IV век
Афанасий Великий, архиепископ Александрийский ( 297-373)
Первым немалым признаком того, что душа человеческая разумна, служит отличение ее от бессловесных; ибо по естественной привычке называем их бессловесными по тому самому, что род человеческий разумен. А потом немаловажным будет доказательством и то, что один человек рассуждает о находящемся вне его, мысленно представляет и то, чего нет перед ним, и опять рассуждает и обсуживает, чтобы из обдуманного избрать лучшее. Бессловесные видят тò одно, чтò перед ними, стремятся к тому одному, чтò у них перед глазами, хотя бы впоследствии был от того им вред; но человек стремится не к видимому, а напротив того, видимое глазами обсуживает рассудком; не редко, устремившись уже, рассудком бывает удержан, и чтò им обдумано, обсуживает снова. Сие свойственно только людям, и сие-то есть разумность человеческой души, пользуясь которою отличается она от бессловесных и доказывает о себе, что она действительно не одно и то же с видимым в теле. Тело часто лежит на земле, а человек представляет и созерцает, чтò на небе.

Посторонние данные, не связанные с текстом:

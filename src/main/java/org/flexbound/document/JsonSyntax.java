package org.flexbound.document;

import tools.jackson.core.JacksonException;
import tools.jackson.core.exc.UnexpectedEndOfInputException;

/** Says in plain words what breaks the rules of JSON. */
final class JsonSyntax {
  private JsonSyntax() {}

  /** What was found and expected, for the commonest slips; the parser's own words for the others. */
  static String words(JacksonException broken, String text, int line) {
    String own = String.valueOf(broken.getOriginalMessage());
    String shown = text.lines().skip(line - 1L).findFirst().orElse("").strip();
    if (shown.length() > 60) {
      shown = shown.substring(0, 57) + "…";
    }
    if (broken instanceof UnexpectedEndOfInputException || own.contains("end-of-input")) {
      return "the file ends in the middle of a value; expected a closing bracket, brace or quote";
    }
    if (own.contains("maybe a (non-standard) comment") || shown.startsWith("//")
        || shown.startsWith("/*") || shown.startsWith("#")) {
      return "found a comment ('" + shown + "'); JSON has no comments";
    }
    if (own.contains("Non-standard token 'NaN'") || own.contains("INF") || own.contains("Infinity")) {
      return "found NaN or Infinity in '" + shown + "'; expected a number";
    }
    if (own.contains("Leading zeroes") || own.contains("leading zero")) {
      return "found a number that begins with 0 in '" + shown + "'; expected it without";
    }
    if (own.contains("was expecting double-quote to start property name")) {
      return "found '"
          + shown
          + "'; expected a key in double quotes (a comma before a closing brace is one too many)";
    }
    if (own.contains("was expecting comma to separate")) {
      return "found '" + shown + "'; expected a comma between the values before it and here";
    }
    return "found '" + shown + "'; " + own.substring(0, 1).toLowerCase(java.util.Locale.ROOT)
        + own.substring(1);
  }
}
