package org.flexbound.app;

import java.io.PrintWriter;
import java.util.OptionalDouble;
import org.flexbound.report.Rounded;
import org.flexbound.report.results.Limit;
import org.flexbound.report.results.Results;

/** Prints the decisions on acceptance limits. */
final class LimitSummary {
  private final Terminal terminal;
  private final PrintWriter out;
  private final Results results;

  LimitSummary(Terminal terminal, Results results) {
    this.terminal = terminal;
    this.out = terminal.out();
    this.results = results;
  }

  void print() {
    if (results.limits().isEmpty()) {
      return;
    }
    out.println();
    out.println(terminal.bold("Limits"));
    TextTable table =
        new TextTable().text("limit").text("quantity").number("result").number("±").text("allowed")
            .text("unit").number("P within").text("decision");
    for (Limit l : results.limits()) {
      double u = l.stated(l.standardUncertainty().orElse(0));
      table.row(
          l.name(),
          l.subject() + (l.judged() > 1 ? " (worst of " + l.judged() + ")" : ""),
          l.value().isPresent() ? Rounded.value(l.stated(l.value().getAsDouble()), u) : "–",
          l.value().isPresent() ? Rounded.uncertainty(u) : "–",
          allowed(l),
          l.statedUnit(),
          l.probability().isPresent()
              ? Rounded.fixed(100 * l.probability().getAsDouble(), 1) + " %"
              : "–",
          l.decision() + (l.rule().equals("simple") ? " (simple rule)" : ""));
    }
    table.print(out);
    for (Limit l : results.limits()) {
      if (!l.advice().isEmpty()) {
        out.println(
            terminal.warn(
                "  " + PlainText.of(l.name()) + ": cannot decide with this test; "
                    + PlainText.of(l.advice())));
      }
    }
    long failed = results.limits().stream().filter(l -> l.decision().equals("fail")).count();
    long open = results.limits().stream().filter(l -> l.decision().equals("undecided")).count();
    String words =
        "  "
            + (results.limits().size() - failed - open)
            + " passed, "
            + failed
            + " failed, "
            + open
            + " undecided";
    out.println(
        failed > 0 ? terminal.bad(words) : open > 0 ? terminal.warn(words) : terminal.good(words));
  }

  private static String allowed(Limit limit) {
    if (limit.lower().isEmpty()) {
      return "≤ " + number(limit, limit.upper());
    }
    return limit.upper().isEmpty()
        ? "≥ " + number(limit, limit.lower())
        : number(limit, limit.lower()) + " … " + number(limit, limit.upper());
  }

  private static String number(Limit limit, OptionalDouble si) {
    return Rounded.significant(limit.stated(si.orElse(Double.NaN)), 4);
  }
}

А для тех, которые дошли даже до бесстыдства неразумности, строгим доказательством послужит и следующее. Тело по природе смертно; почему же человек размышляет о бессмертии, и не редко из любви к добродетели сам на себя навлекает смерть? Или, если тело-временно; почему же человек представляет себе вечное, и поэтому пренебрегает тем, чтò у него под ногами, вожделевает же вечного? Итак, чтò же это опять будет, как не душа разумная и бессмертная? Все сие доказывает не иное что, как разумную душу, владычествующую над телом. Тело не само себя движет, но приводится в движение и движется другим, как и конь не сам себя впрягает, но понуждает его владеющий им. Посему-то и даются людям законы – делать доброе и отвращаться порока; для бессловесных же, лишенных разумности и мышления, и худое остается невнятным и неразличимым.